◆ **Saved entries**:
________________________
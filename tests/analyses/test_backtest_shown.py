"""Backtest and model choice as commands, and as sections of a page."""

from __future__ import annotations

import json
import subprocess
from pathlib import Path

import pandas as pd
import pytest

import stresskit as sk
from stresskit.analyses.ask import analyse
from stresskit.report.analysis import section
from stresskit.spec.backtest import Backtest
from stresskit.spec.model_choice import ModelChoice
from tests import program
from tests.analyses import past_world as world
from tests.analyses.world import setting_of


@pytest.fixture(scope="module")
def study(tmp_path_factory: pytest.TempPathFactory) -> Path:
    folder = tmp_path_factory.mktemp("shown")
    world.write_world(folder)
    world.panel(800, seed=9).to_csv(folder / "loans.csv", index=False)
    return folder / "study.yaml"


def stresskit(*words: str | Path) -> subprocess.CompletedProcess[str]:
    return program.stresskit(*words, cwd=Path.cwd())


def test_backtest_as_a_command(study: Path, tmp_path: Path) -> None:
    done = stresskit(
        "backtest", study, "--cutoff", "2007Q4", "--steps", "8", "--out", tmp_path / "bt", "--json"
    )
    assert done.returncode == 0, done.stderr
    told = json.loads(done.stdout)
    assert told["facts"]["steps"] == {"2007Q4": 8}
    row = pd.read_csv(tmp_path / "bt" / "summary.csv").iloc[0]
    assert row["pd_model"] == pytest.approx(told["tables"]["summary"][0]["pd_model"], rel=1e-9)
    page = (tmp_path / "bt" / "report.html").read_text()
    assert "A row per cut-off" in page
    assert "What" not in done.stderr


def test_model_choice_as_a_command(study: Path) -> None:
    done = stresskit("model-choice", study)
    assert done.returncode == 0, done.stderr
    assert "Under slump the lifetime loss runs from" in done.stdout


def test_wrong_dates_end_with_their_exit_codes_and_one_line(study: Path) -> None:
    wrong = stresskit("backtest", study, "--cutoff", "2007-13")
    assert wrong.returncode == 2
    assert "backtest: cutoffs.0: " in wrong.stderr
    assert "Traceback" not in wrong.stderr
    early = stresskit("backtest", study, "--cutoff", "1990Q1")
    assert early.returncode == 2
    assert "cut-off 1990Q1 leaves nothing to fit" in early.stderr


def test_pictures_are_the_same_bytes_every_time(study: Path) -> None:

    file = sk.load_study(study)
    setting = setting_of(file, loans=pd.read_csv(study.parent / "loans.csv"))
    quick = ModelChoice(lags=(1,), halves=False, tails=False, out_of_time=0)
    for key, spec, count in (("backtest", Backtest(cutoffs=("2007Q4",)), 3), ("model_choice", quick, 1)):
        found = analyse(setting, key, spec)
        once, again = section(found), section(found)
        assert len(once.pictures) == count
        for one, two in zip(once.pictures, again.pictures, strict=True):
            assert one == two
            assert one.caption
            assert "nan" not in "".join(str(r.value) for p in one.panels for r in p.rows)
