def test_more_precision_takes_more_draws(setting: Setting) -> None:
    loose = drawn_of(setting, Bands(precision=0.05, source_draws=0))
    tight = drawn_of(setting, Bands(precision=0.015, source_draws=0))
    assert loose.sets[TOGETHER].shape[0] < tight.sets[TOGETHER].shape[0]
    assert tight.reached <= 0.015


def test_what_cannot_be_drawn_is_refused_in_words(setting: Setting) -> None:
    with pytest.raises(NumericError) as caught:
        analyse(setting, "bands", Bands(sources=("lgd",)))
    assert str(caught.value).splitlines()[0] == (
        "nothing varies, so there is no band. coefficients: not asked for; period shocks: not asked for; macro path: not asked for; "
        "LGD: LGD is a declared number and nobody stated its error (bands.lgd_se): it does not vary"
    )
    with pytest.raises(UsageError, match=r"no scenario 'slumb'; did you mean 'slump'\?"):
        analyse(setting, "bands", Bands(scenarios=("slumb",)))
    with pytest.raises(UsageError, match=r"^bands.lgd_se 0.49 is too large for an LGD of 0.3"):
        analyse(setting, "bands", Bands(sources=("lgd",), lgd_se=0.49, draws=100))


def test_a_study_without_a_var_says_so(tmp_path: Path) -> None:
    plain = study_of(tmp_path, var=False)
    found = analyse(plain, "bands", Bands(draws=100, source_draws=0))
    assert (
        "Macro path: left out: the study declares no macro.var, so nothing says how paths vary."
        in found.notes
    )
________________________
◆ **What is expected**: For this exercise, return every line from the data that holds the string "vary".

◆ **Reply to the task**:
        "LGD: LGD is a declared number and nobody stated its error (bands.lgd_se): it does not vary"
        "Macro path: left out: the study declares no macro.var, so nothing says how paths vary."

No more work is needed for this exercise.